_Exercise goal_. Scan the data below and pick out the lines containing the word "findings".

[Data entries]
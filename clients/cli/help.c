/* SPDX-License-Identifier: GPL-3.0-or-later */
/* Help that teaches: what a command is for, how it is written, an example, what comes next. The
 * list of options comes from the table in args.c. */
#include <stdio.h>
#include <string.h>

#include "commands.h"
#include "table.h"

static const struct topic {
    const char *usage;
    const char *text; /* purpose, examples, next step */
} TOPICS[LWC_COMMAND_COUNT] = {
    [LWC_LOAD] = {"load FILE...",
                  "Stores a mechanism document as a new draft revision, under the name it gives\n"
                  "itself, and lists the findings: what, where (a JSON pointer), how grave. A\n"
                  "document with an error is refused and nothing of it is stored. Loading the\n"
                  "same content again changes nothing. \"-\" reads standard input.\n\n"
                  "  leeway load label-stage.json\n\n"
                  "Next: leeway report label-stage 1; leeway publish label-stage 1\n"},
    [LWC_LIST] = {"list",
                  "Lists the mechanisms of the catalog and which revision answers.\n\n"
                  "  leeway list\n\n"
                  "Next: leeway show NAME; leeway ask margin NAME m1=0 m2=0\n"},
    [LWC_SHOW] = {"show NAME [REV]",
                  "Shows a revision's document; without REV the mechanism's entry and the\n"
                  "document that answers.\n\n"
                  "  leeway show label-stage\n"
                  "  leeway show label-stage 2 --json > label-stage-2.json\n\n"
                  "Next: leeway report NAME [REV]\n"},
    [LWC_REPORT] = {"report NAME [REV]",
                    "Shows what was found when a revision was loaded: findings, mobility, limbs,\n"
                    "modes and the signs of their names. Without REV: the one that answers.\n\n"
                    "  leeway report label-stage 2\n\n"
                    "Next: leeway publish label-stage 2 --accept CODE (where warnings stand)\n"},
    [LWC_HISTORY] = {"history NAME",
                     "Lists the revisions of a mechanism and what happened to them.\n\n"
                     "  leeway history label-stage\n\n"
                     "Next: leeway difference NAME A B\n"},
    [LWC_PUBLISH] = {"publish NAME REV",
                     "Lets a revision answer from now on. Warnings of its report must be accepted\n"
                     "by name. Publishing an older revision again is the way back. Wants a token\n"
                     "of role admin where the service asks for tokens.\n\n"
                     "  leeway publish label-stage 2 --reason \"offsets measured 12 May\"\n"
                     "  leeway publish lid-turner 1 --accept singular-reference\n\n"
                     "Next: leeway replay questions.replay (are the answers still the same?)\n"},
    [LWC_WITHDRAW] = {"withdraw NAME REV",
                      "Takes a revision out of use for good. No other revision answers by itself\n"
                      "then; publish one.\n\n"
                      "  leeway withdraw label-stage 2 --reason \"crank 3 measured wrongly\"\n"},
    [LWC_ASK] =
        {"ask inverse|forward|jacobian|margin|reach|free-travel NAME VALUE...",
         "Asks one question.\n"
         "  inverse    which drive readings take the tool to a pose: all solutions, or --mode\n"
         "  forward    where the tool is at these drive readings\n"
         "  jacobian   tool rates per drive rate and back, at a posture\n"
         "  margin     how much room is left at a posture, and which drive runs out first\n"
         "  reach      can the tool get there, with the margins asked for; from.NAME= proves the\n"
         "             straight move from there\n"
         "  free-travel  how far it can go from here; the same as leeway travel\n\n"
         "Values, in the document's units unless --units says otherwise:\n"
         "  x= y= z=                 tool position      yaw= pitch= roll=   intrinsic z-y'-x''\n"
         "  rz=                      turn in the plane  qw= qx= qy= qz=     quaternion\n"
         "  dx= dy= dz=              tool z axis        rvx= rvy= rvz=      rotation vector\n"
         "  joint.NAME=              joint coordinate   NAME= or drive.NAME=  drive reading\n"
         "  from.NAME= near.NAME=    the same for where a move starts, and for a posture nearby\n\n"
         "  leeway ask inverse label-stage x=10 y=-20 rz=5 --mode elbows-left\n"
         "  leeway ask forward tilt-table m1=520 m2=515 m3=522 m4=520 m5=518 m6=520\n"
         "  leeway ask margin lid-turner x=0 y=0 z=400 joint.spindle=90 --mode ++++++\n"
         "  leeway ask reach case-packer x=600 y=0 z=400 yaw=0 pitch=90 roll=0 --margin-min 1.2\n"
         "  leeway ask inverse label-stage --json-body question.json\n\n"
         "The exit status is 0 for verdict 1, 1 for any other verdict, 2 for errors, 3 where\n"
         "nobody answers; --ok-any makes every verdict 0.\n"
         "Next: add --record questions.replay, and later leeway replay questions.replay\n"},
    [LWC_PATH] =
        {"path NAME FILE from.NAME=...",
         "Proves a list of moves, one after the other: every point between is proved clear, not\n"
         "sampled, or the move says where it breaks and what stops it. FILE is JSON (the\n"
         "question, or the list of moves alone) or a table of comma-separated values whose\n"
         "header names the columns: line, move (line, circle or joints), x y z, an orientation,\n"
         "via.x via.y via.z, joint.NAME, drives by name. \"-\" reads standard input.\n\n"
         "  leeway path label-stage job.csv --from \"m1=90 m2=180 m3=270 m4=0\"\n"
         "  leeway path label-stage job.json --margin-min 1.5 --record job.replay\n\n"
         "  with job.csv:  line,move,x,y,rz,via.x,via.y\n"
         "                 N10,line,15,-10,6,,\n"
         "                 N20,circle,-15,-10,0,0,10\n\n"
         "Proved is the geometry as documented: no collisions, no servo errors, no wear.\n"
         "Next: leeway replay job.replay after each change of the document\n"},
    [LWC_TRAVEL] =
        {"travel NAME VALUE...",
         "How far the tool can go from a posture, along and about each of its own axes: proved\n"
         "free at least, and blocked at. Each way alone; two at once may be blocked sooner.\n\n"
         "  leeway travel label-stage m1=90 m2=180 m3=270 m4=0\n"
         "  leeway travel tilt-table x=0 y=0 z=520 yaw=0 pitch=0 roll=0 --reach \\\n"
         "    position=50,angle=10\n\n"
         "Next: leeway path NAME FILE for the moves themselves\n"},
    [LWC_DIFFERENCE] = {"difference NAME A B",
                        "Says what changed between two revisions, in words and numbers.\n\n"
                        "  leeway difference label-stage 1 2\n\n"
                        "Next: leeway replay questions.replay --revision 2\n"},
    [LWC_HEALTH] = {"health",
                    "Says whether the service is alive and ready. Exit status 0 only if both.\n\n"
                    "  leeway health --server http://cell-7:8470\n"},
    [LWC_ABOUT] = {"about",
                   "Shows what the service says of itself: versions, and what it is not.\n"},
    [LWC_REPLAY] =
        {"replay FILE",
         "Asks the questions of a file again, compares the answers with those recorded and\n"
         "tells every difference: pointer, expected, got, off by, tolerance. Members that\n"
         "change by themselves (served_at, digest, revision, state) are left out unless\n"
         "--check names them. A replay only asks; it never changes the catalog.\n\n"
         "  leeway ask inverse label-stage x=10 y=0 rz=0 --record yesterday.replay\n"
         "  leeway replay yesterday.replay                     against what is published\n"
         "  leeway replay yesterday.replay --revision 3        before publishing revision 3\n"
         "  leeway replay yesterday.replay --tolerance length_mm=0.01,angle_deg=0.01\n"
         "  leeway replay yesterday.replay --update            take the new answers as expected\n\n"
         "The exit status is 0 if all is the same, 1 for differences, 2 for errors, 3 where\n"
         "nobody answers. The format is told in the manual page, leeway(1).\n"},
    [LWC_COMPLETION] = {"completion bash",
                        "Prints the completion for bash.\n\n"
                        "  source <(leeway completion bash)\n"},
    [LWC_HELP] = {"help [COMMAND]", "Explains a command, or lists them all.\n"},
};

static const char OVERVIEW[] =
    "leeway asks a Leeway service where a machine's tool is, whether it can get somewhere, in\n"
    "which modes, and how much room is left. Leeway advises; it is no safety function.\n\n"
    "usage: leeway COMMAND ... [--server URL] [--token-file FILE] [--json] [--timeout SECONDS]\n\n"
    "  ask         inverse, forward, jacobian, margin or reach of a mechanism\n"
    "  path        prove a list of moves           travel      how far the tool can go from here\n"
    "  list        mechanisms of the catalog\n"
    "  show        a mechanism or one revision of it\n"
    "  load        store a document as a draft and list its findings\n"
    "  report      what was found in a revision\n"
    "  history     revisions and what happened to them\n"
    "  publish     let a revision answer          withdraw    take one out of use\n"
    "  difference  what changed between two revisions\n"
    "  replay      ask recorded questions again and tell what differs\n"
    "  health      is the service alive and ready  about       what it says of itself\n"
    "  completion  for bash                        help        more about a command\n\n"
    "First steps:\n"
    "  leeway health\n"
    "  leeway load label-stage.json        then: leeway publish label-stage 1\n"
    "  leeway ask reach label-stage x=10 y=0 rz=0\n"
    "  leeway help ask\n\n"
    "Exit status: 0 yes (verdict 1) or done, 1 another verdict or differences, 2 an error of use\n"
    "or of the service, 3 nobody answers.\n"
    "Environment: LEEWAY_SERVER, LEEWAY_TOKEN_FILE, NO_COLOR.\n";

static void show_options(lwc_command command)
{
    size_t count = 0;
    const lwc_option *options = lwc_options(&count);
    lwc_table table;
    lwc_text text = {0};
    lwc_table_init(&table, 2);
    for (size_t i = 0; i < count; i++) {
        if ((options[i].commands & (1u << command)) != 0) {
            lwc_text_reset(&text);
            lwc_text_printf(&text, "--%s%s%s", options[i].name, options[i].value != NULL ? " " : "",
                            options[i].value != NULL ? options[i].value : "");
            lwc_table_text(&table, text.data);
            lwc_table_text(&table, options[i].meaning);
        }
    }
    lwc_text_reset(&text);
    lwc_table_print(&text, &table, 2);
    (void)printf("\noptions\n%s", lwc_text_string(&text));
    lwc_text_clear(&text);
    lwc_table_clear(&table);
}

void lwc_help_command(lwc_command command)
{
    (void)printf("usage: leeway %s\n\n%s", TOPICS[command].usage, TOPICS[command].text);
    show_options(command);
}

int lwc_help(const char *command)
{
    if (command == NULL) {
        (void)fputs(OVERVIEW, stdout);
        return LWC_EXIT_YES;
    }
    const char *names[LWC_COMMAND_COUNT];
    for (int i = 0; i < LWC_COMMAND_COUNT; i++) {
        names[i] = lwc_command_name((lwc_command)i);
        if (strcmp(names[i], command) == 0) {
            lwc_help_command((lwc_command)i);
            return LWC_EXIT_YES;
        }
    }
    const char *near = lwc_nearest(command, names, LWC_COMMAND_COUNT);
    if (near != NULL) {
        lwc_complain("there is no command \"%s\"; did you mean \"%s\"?", command, near);
    } else {
        lwc_complain("there is no command \"%s\"; all commands: leeway help", command);
    }
    return LWC_EXIT_ERROR;
}
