/* SPDX-License-Identifier: GPL-3.0-or-later */
/* leeway replay: recorded questions are asked again, and every difference is told. The file is
 * checked as a whole before the first question goes out. */
#include <math.h>
#include <stdlib.h>
#include <string.h>
#include <time.h>
#include <unistd.h>

#include "answer.h"
#include "commands.h"
#include "record.h"
#include "replay_file.h"
#include "table.h"

enum { SHOWN_MAX = 48 /* characters of a text or group in the table */ };

typedef struct totals {
    size_t questions; /* in the file */
    size_t asked;
    size_t differing;
    size_t differences;
    size_t unanswered;
    double worst; /* largest off over its tolerance */
    lwc_text worst_place;
    bool rewritten;
} totals;

typedef struct seen {
    const lwc_replay_entry *entry;
    lwc_table table;
    totals *sum;
    bool json;
} seen;

/* ---- telling differences -------------------------------------------------------------------- */

static void short_text(lwc_text *out, const cJSON *item)
{
    lwc_text full = {0};
    if (item == NULL) {
        lwc_text_putc(out, '-');
        return;
    }
    lwc_json_write(&full, item);
    if (full.len > SHOWN_MAX && !cJSON_IsString(item)) {
        size_t len = SHOWN_MAX;
        while (len > 0 && ((unsigned char)full.data[len] & 0xc0) == 0x80) {
            len--;
        }
        full.len = len;
        full.data[len] = '\0';
        lwc_text_puts(&full, "...");
    }
    lwc_text_safe(out, full.data, full.len);
    lwc_text_clear(&full);
}

static void difference_json(const seen *s, const lwc_difference *d)
{
    cJSON *line = lwc_json_object();
    lwc_text text = {0};
    lwc_json_put_number(line, "line", (double)s->entry->line);
    lwc_json_put_string(line, "path", s->entry->path);
    lwc_json_put_string(line, "pointer", d->pointer);
    lwc_json_put(line, "expected", lwc_json_copy(d->expected));
    lwc_json_put(line, "got", d->got != NULL ? lwc_json_copy(d->got) : cJSON_CreateNull());
    if (d->is_number) {
        lwc_json_put_number(line, "off_by", d->off);
        lwc_json_put_number(line, "tolerance", d->tolerance);
        lwc_json_put_string(line, "kind", lwc_unit_kind_name(d->kind));
    }
    if (d->note != NULL) {
        lwc_json_put_string(line, "note", d->note);
    }
    lwc_json_write(&text, line);
    lwc_text_putc(&text, '\n');
    lwc_print(&text);
    lwc_text_clear(&text);
    cJSON_Delete(line);
}

static void difference_row(lwc_table *table, const lwc_difference *d)
{
    lwc_text text = {0};
    const char *pointer = d->pointer[0] != '\0' ? d->pointer : "(whole)";
    lwc_table_text(table, pointer);
    short_text(&text, d->expected);
    lwc_table_text(table, lwc_text_string(&text));
    lwc_text_reset(&text);
    short_text(&text, d->got);
    lwc_table_text(table, lwc_text_string(&text));
    lwc_text_reset(&text);
    if (d->is_number) {
        lwc_text_number(&text, d->off, 4);
        lwc_table_text(table, text.data);
        lwc_text_reset(&text);
        lwc_text_number(&text, d->tolerance, 4);
        lwc_table_text(table, text.data);
        lwc_table_text(table, lwc_unit_kind_name(d->kind));
    } else {
        lwc_table_text(table, "-");
        lwc_table_text(table, "-");
        lwc_table_text(table, d->note != NULL ? d->note : "");
    }
    lwc_text_clear(&text);
}

static void see_difference(void *context, const lwc_difference *d)
{
    seen *s = context;
    s->sum->differences++;
    if (s->json) {
        difference_json(s, d);
    } else {
        difference_row(&s->table, d);
    }
    double ratio = d->is_number && d->tolerance > 0.0 ? fabs(d->off) / d->tolerance : 0.0;
    if (ratio > s->sum->worst) {
        s->sum->worst = ratio;
        lwc_text_reset(&s->sum->worst_place);
        lwc_text_printf(&s->sum->worst_place, "line %zu ", s->entry->line);
        lwc_text_safe(&s->sum->worst_place, d->pointer, strlen(d->pointer));
        lwc_text_puts(&s->sum->worst_place, ", off by ");
        lwc_text_number(&s->sum->worst_place, d->off, 4);
    }
}

static void show_table(const seen *s, const char *path)
{
    lwc_text text = {0};
    lwc_text_printf(&text, "line %zu  %s %s", s->entry->line, s->entry->method, path);
    if (s->entry->note != NULL) {
        lwc_text_puts(&text, "  (");
        lwc_text_safe(&text, s->entry->note, strlen(s->entry->note));
        lwc_text_putc(&text, ')');
    }
    lwc_text_putc(&text, '\n');
    lwc_table_print(&text, &s->table, 2);
    lwc_print(&text);
    lwc_text_clear(&text);
}

/* ---- one question --------------------------------------------------------------------------- */

static size_t compare_status(seen *s, long expected, long got)
{
    if (expected == got) {
        return 0;
    }
    cJSON *want = cJSON_CreateNumber((double)expected);
    cJSON *have = cJSON_CreateNumber((double)got);
    lwc_difference d = {.pointer = "", .expected = want, .got = have, .note = "HTTP status"};
    see_difference(s, &d);
    cJSON_Delete(want);
    cJSON_Delete(have);
    return 1;
}

/* Compares one answer and tells what differs. Returns the number of differences. */
static size_t judge(lwc_session *session, const lwc_replay *replay, const lwc_replay_entry *entry,
                    const char *path, long status, const cJSON *answer, totals *sum)
{
    seen s = {.entry = entry, .sum = sum, .json = session->args->json};
    static const char *const HEAD[] = {"pointer", "expected", "got", "off by", "tolerance", ""};
    lwc_table_init(&s.table, 6);
    for (size_t i = 0; i < 6; i++) {
        lwc_table_text(&s.table, HEAD[i]);
    }
    lwc_compare_rules rules;
    lwc_replay_rules(&rules, replay, entry, session->args->tolerance);
    lwc_text ignore = {0};
    lwc_text_puts(&ignore, session->args->ignore != NULL ? session->args->ignore : "");
    if (session->args->mechanism != NULL) {
        lwc_text_puts(&ignore, ",mechanism"); /* asked to differ */
    }
    rules.check = session->args->check;
    rules.ignore = lwc_text_string(&ignore);
    size_t found = compare_status(&s, entry->status, status);
    found += lwc_compare(entry->expect, answer, &rules, see_difference, &s);
    if (found > 0 && !s.json) {
        show_table(&s, path);
    }
    lwc_text_clear(&ignore);
    lwc_table_clear(&s.table);
    return found;
}

/* Asks one entry again. Returns LWC_EXIT_NO_CONTACT or a negative value when the replay must end,
 * else LWC_EXIT_YES. `rewritten` gets the entry's line for --update. */
static int ask_again(lwc_session *session, const lwc_replay *replay, const lwc_replay_entry *entry,
                     long revision, totals *sum, lwc_text *rewritten)
{
    lwc_text path = {0};
    lwc_text json = {0};
    lwc_reply reply = {0};
    lwc_replay_path(&path, entry, session->args->mechanism, revision);
    cJSON *body = lwc_replay_body(entry, revision);
    if (body != NULL) {
        lwc_json_write(&json, body);
    }
    lwc_request request = {.method = entry->method, .path = path.data, .body = json.data,
                           .body_len = json.len};
    lwc_contact contact = lwc_http_ask(session->http, &request, &reply);
    int status = contact == LWC_INTERRUPTED ? -1 : lwc_contact_exit(contact);
    sum->asked++;
    cJSON *answer = contact == LWC_ANSWERED ? lwc_reply_json(&reply) : NULL;
    bool refused = reply.status == 401 || reply.status == 403 || reply.status == 429 ||
                   reply.status >= 500;
    if (answer == NULL || (refused && reply.status != entry->status)) {
        sum->unanswered++;
        if (contact == LWC_ANSWERED) {
            lwc_args quiet = *session->args; /* standard output is for the differences */
            lwc_session told = {.args = &quiet, .http = session->http};
            quiet.json = false;
            lwc_complain("line %zu was not answered", entry->line);
            (void)lwc_refused(&told, "ask", &reply, answer);
        }
        status = contact == LWC_UNUSABLE ? LWC_EXIT_YES : contact == LWC_ANSWERED ? 0 : status;
    } else {
        size_t found = judge(session, replay, entry, path.data, reply.status, answer, sum);
        sum->differing += found > 0;
        if (found > 0) {
            cJSON *expect = reply.status == entry->status ? lwc_narrow(entry->expect, answer)
                                                          : lwc_json_copy(answer);
            lwc_replay_rewrite(rewritten, entry, reply.status, expect);
            cJSON_Delete(expect);
        } else {
            lwc_text_add(rewritten, entry->text, entry->text_len);
            lwc_text_putc(rewritten, '\n');
        }
    }
    cJSON_Delete(answer);
    cJSON_Delete(body);
    lwc_text_clear(&reply.body);
    lwc_text_clear(&json);
    lwc_text_clear(&path);
    return status;
}

/* ---- the whole file ------------------------------------------------------------------------- */

static void show_progress(const totals *sum, struct timespec *last)
{
    struct timespec now;
    if (!isatty(STDERR_FILENO) || clock_gettime(CLOCK_MONOTONIC, &now) != 0) {
        return;
    }
    double since_s = (double)(now.tv_sec - last->tv_sec) +
                     (double)(now.tv_nsec - last->tv_nsec) * 1e-9;
    if (since_s >= 0.2 || sum->asked == sum->questions) {
        (void)fprintf(stderr, "\r%zu of %zu asked, %zu differ ", sum->asked, sum->questions,
                      sum->differing);
        if (sum->asked == sum->questions) {
            (void)fprintf(stderr, "\r%*s\r", 60, "");
        }
        *last = now;
    }
}

/* Counts the questions, so that a fault anywhere is told before the first is asked. */
static bool check_file(const lwc_text *data, const char *file, totals *sum)
{
    lwc_replay replay;
    lwc_replay_entry entry;
    lwc_text why = {0};
    int got = lwc_replay_open(&replay, data->data, data->len, &why) ? 1 : -1;
    while (got > 0 && (got = lwc_replay_next(&replay, &entry, &why)) > 0) {
        sum->questions++;
        lwc_replay_entry_clear(&entry);
    }
    lwc_replay_close(&replay);
    if (got < 0) {
        lwc_complain("%s, %s\n        next: correct that line; nothing was asked", file,
                     lwc_text_string(&why));
    }
    lwc_text_clear(&why);
    return got >= 0;
}

/* Head line and what follows as it stands, up to the first question. */
static int ask_all(lwc_session *session, const lwc_text *data, long revision, totals *sum,
                   lwc_text *rewritten)
{
    lwc_replay replay;
    lwc_replay_entry entry;
    lwc_text why = {0};
    struct timespec last = {0};
    int status = LWC_EXIT_YES;
    if (lwc_replay_open(&replay, data->data, data->len, &why)) {
        size_t head = replay.at;
        lwc_text_add(rewritten, data->data, head);
        if (head > 0 && data->data[head - 1] != '\n') {
            lwc_text_putc(rewritten, '\n');
        }
        while (status == LWC_EXIT_YES && lwc_replay_next(&replay, &entry, &why) > 0) {
            status = ask_again(session, &replay, &entry, revision, sum, rewritten);
            lwc_replay_entry_clear(&entry);
            show_progress(sum, &last);
        }
    }
    lwc_replay_close(&replay);
    lwc_text_clear(&why);
    return status;
}

static void show_summary(const lwc_session *session, const totals *sum)
{
    size_t same = sum->asked - sum->differing - sum->unanswered;
    lwc_text text = {0};
    if (session->args->json) {
        lwc_text_printf(&text,
                        "{\"questions\":%zu,\"asked\":%zu,\"same\":%zu,\"differ\":%zu,"
                        "\"differences\":%zu,\"not_answered\":%zu}\n",
                        sum->questions, sum->asked, same, sum->differing, sum->differences,
                        sum->unanswered);
    } else {
        lwc_text_printf(&text, "%zu questions: %zu same, %zu differ", sum->questions, same,
                        sum->differing);
        if (sum->differences > 0) {
            lwc_text_printf(&text, " (%zu differences)", sum->differences);
        }
        if (sum->unanswered > 0) {
            lwc_text_printf(&text, ", %zu not answered", sum->unanswered);
        }
        if (sum->asked < sum->questions) {
            lwc_text_printf(&text, ", %zu not asked", sum->questions - sum->asked);
        }
        if (sum->worst > 0.0) {
            lwc_text_printf(&text, "; furthest off: %s", lwc_text_string(&sum->worst_place));
        }
        lwc_text_puts(&text, sum->rewritten ? "; expectations rewritten\n" : "\n");
    }
    lwc_print(&text);
    lwc_text_clear(&text);
}

static bool check_args(lwc_session *session, long *revision)
{
    const lwc_args *args = session->args;
    lwc_tolerance tolerance = LWC_TOLERANCE_DEFAULT;
    lwc_text why = {0};
    bool ok = lwc_word_count(session, 1, 1, "replay FILE") &&
              lwc_read_revision(args->revision, revision);
    if (ok && args->mechanism != NULL &&
        !lwc_is_name(args->mechanism, strlen(args->mechanism), false)) {
        lwc_complain("--mechanism \"%s\": expected lower case letters, digits and hyphens",
                     args->mechanism);
        ok = false;
    }
    if (ok && args->tolerance != NULL &&
        !lwc_replay_tolerance(&tolerance, args->tolerance, &why)) {
        lwc_complain("--tolerance %s", lwc_text_string(&why));
        ok = false;
    }
    if (ok && args->update && strcmp(args->words[0], "-") == 0) {
        lwc_complain("--update rewrites a file; name one instead of \"-\"");
        ok = false;
    }
    lwc_text_clear(&why);
    return ok;
}

int lwc_cmd_replay(lwc_session *session)
{
    const lwc_args *args = session->args;
    long revision = 0;
    if (!check_args(session, &revision)) {
        return LWC_EXIT_ERROR;
    }
    lwc_text data = {0};
    lwc_text why = {0};
    lwc_text rewritten = {0};
    totals sum = {0};
    int status = LWC_EXIT_ERROR;
    if (!lwc_read_file(&data, args->words[0], LWC_REPLAY_FILE_MAX, &why)) {
        lwc_complain("%s", lwc_text_string(&why));
    } else if (check_file(&data, args->words[0], &sum)) {
        status = ask_all(session, &data, revision, &sum, &rewritten);
        bool whole = status == LWC_EXIT_YES && sum.unanswered == 0 && sum.asked == sum.questions;
        if (args->update && whole && sum.differing > 0) {
            sum.rewritten = lwc_replace_file(args->words[0], &rewritten);
            whole = sum.rewritten;
        } else if (args->update && !whole) {
            lwc_complain("not every question was answered, so %s is left as it is",
                         args->words[0]);
        }
        show_summary(session, &sum);
        if (status == LWC_EXIT_YES) {
            status = !whole                                ? LWC_EXIT_ERROR
                     : sum.differing > 0 && !sum.rewritten ? LWC_EXIT_NO
                                                           : LWC_EXIT_YES;
        } else if (status < 0) {
            status = LWC_EXIT_ERROR;
        }
    }
    lwc_text_clear(&data);
    lwc_text_clear(&why);
    lwc_text_clear(&rewritten);
    lwc_text_clear(&sum.worst_place);
    return status;
}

_Task solution_.
                  "itself, and lists the findings: what, where (a JSON pointer), how grave. A\n"
                    "Shows what was found when a revision was loaded: findings, mobility, limbs,\n"
    "  load        store a document as a draft and list its findings\n"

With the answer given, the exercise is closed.